Last edited: Dec 15, 2013
19. Dec 15, 2013

Curious3141

I'm getting 4.97s as well. You shouldn't round off intermediate results, or you should round to at least 2sf more than you need in your final answer. With a scientific calc, you don't even need to round off (more than the machine does internally), because the memory can store the results of your calculation quite precisely.

Speed doesn't decrease indefinitely, since train 1 will eventually come to a stop if train 2 wasn't there. As it happens, it never gets a chance to stop because it hits train 2 at a certain speed. Your task is to find that speed.

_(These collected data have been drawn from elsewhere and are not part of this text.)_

def _check(args) -> int:
    if args.program and "numpy" not in sys.modules:
        # a check solves nothing: numpy's BLAS need not start its threads (about 25 ms of a check);
        # only in a process of its own, and a user's own setting is kept
        os.environ.setdefault("OPENBLAS_NUM_THREADS", "1")
    from fvsolver.case import load_case

    from fvsolver.case.limits import estimate

    case = load_case(args.case)  # a case-file error is reported before the solver is imported
    if args.program and estimate(case.data).cells <= INTERPRETED_CHECK_CELLS and "numba" not in sys.modules:
        # one set-up and one evaluation: the kernels' Python (tested equal to the compiled code) is
        # quicker than loading their compiled code from numba's cache (about 1 s of the check at
        # the demo's size); a user's own NUMBA_DISABLE_JIT setting is kept. Only in a process of its
        # own: the setting holds for the whole process once numba is imported
        os.environ.setdefault("NUMBA_DISABLE_JIT", "1")
    from fvsolver.case.setup_check import build_checked

    build_checked(case)
    _input_warnings(case)  # only for a case that can be set up: its errors come first
    _say(args, f"{args.case}: valid (schema {case['schema_version']}, sha256 {case.sha256[:12]}; "
               f"{estimate(case.data).describe()})")
    return EXIT_OK


def _mesh(args) -> int:
    from fvsolver.case import load_case
    from fvsolver.case.build import build_mesh
    from fvsolver.vtk_io import write_mesh

    from fvsolver.outputs.paths import output_file

    output_file(args.out, args.overwrite, example="mesh.vtu")  # before the work, as run checks its --out
    case = load_case(args.case)
    try:
        mesh = build_mesh(case)
    except MeshError:
        from fvsolver.case.setup_check import build_checked

        mesh = build_checked(case).mesh  # raises the failure against the case file's line
    write_mesh(mesh, args.out)
    _say(args, f"wrote {args.out}: {mesh.n_cells} cells, patches {', '.join(mesh.patch_names)}")
    return EXIT_OK


def _verify(args) -> int:
    from fvsolver.verification.runner import format_table, run_all, write_outputs

    reports = run_all(args.case, slow=args.slow)
    json_path, png_path = write_outputs(reports, args.out)
    _say(args, format_table(reports))
    _say(args, f"wrote {json_path} and {png_path}")
    return EXIT_OK if all(c.passed for r in reports for c in r.checks) else EXIT_SOLVER


def _revolve(args) -> int:
    from fvsolver.revolve import revolve_run

    entries = revolve_run(args.folder, args.sectors, args.angle)
    _say(args, f"wrote {args.folder / 'revolved.pvd'}: {len(entries)} times, {args.sectors} sectors over "
               f"{args.angle:g} deg")
    return EXIT_OK


def _keys(args) -> int:
    import shutil

    from fvsolver.case.docs import keys_table

    print(keys_table(shutil.get_terminal_size((100, 24)).columns, args.prefix))
    return EXIT_OK


def _new(args) -> int:
    from fvsolver.case.docs import starter_case
    from fvsolver.outputs.files import atomic_write_text

    if args.file.exists():
        raise CaseError(f"new {args.file}: the file exists (expected a new file name); choose another name")
    args.file.parent.mkdir(parents=True, exist_ok=True)
    atomic_write_text(args.file, starter_case(whole_device=args.whole_device))
    _say(args, f"wrote {args.file}: edit it, check it with `fvsolver check {args.file}`, run it with "
               f"`fvsolver run {args.file}`")
    return EXIT_OK


def main(argv: list[str] | None = None) -> int:
    """The command line; ``argv`` None: this process's own arguments (a program of its own, which
    may choose process-wide settings such as how the kernels run)."""
    args = _parser().parse_args(argv)
    args.program = argv is None
    handler = {"run": _run, "sweep": _sweep, "compare": _compare, "check": _check, "mesh": _mesh,
               "verify": _verify, "revolve": _revolve, "keys": _keys, "new": _new,
               **study_handlers(lambda a: lambda text: _say(a, text))}[args.command]
    code = _handled(handler, args)
    if args.program:
        # The process ends next: its last garbage collection would walk every object the run made and
        # imported (0.4-0.5 s after a demo run, all of it freeing memory the OS frees anyway).  Frozen,
        # they are left to the OS; files are closed and exit handlers run as usual.
        gc.freeze()
    return code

You already have the time of collision t. You know the initial speed of train 1 (80/3.6 m/s -> notice that I'm leaving numbers in exact form wherever possible). You know the deceleration of train 1 (a = -2.1m/s). Haven't you learnt a simple kinematic equation relating initial speed, final speed, acceleration and time? Apply that.

20. Dec 15, 2013

negation

It's just vf = vi + at.
vf = 22.2ms^-1 + (-2.1ms^-2)(4.97s)

Would it be possible to solve this problem using local minimization? The many steps are laborious and inelegant.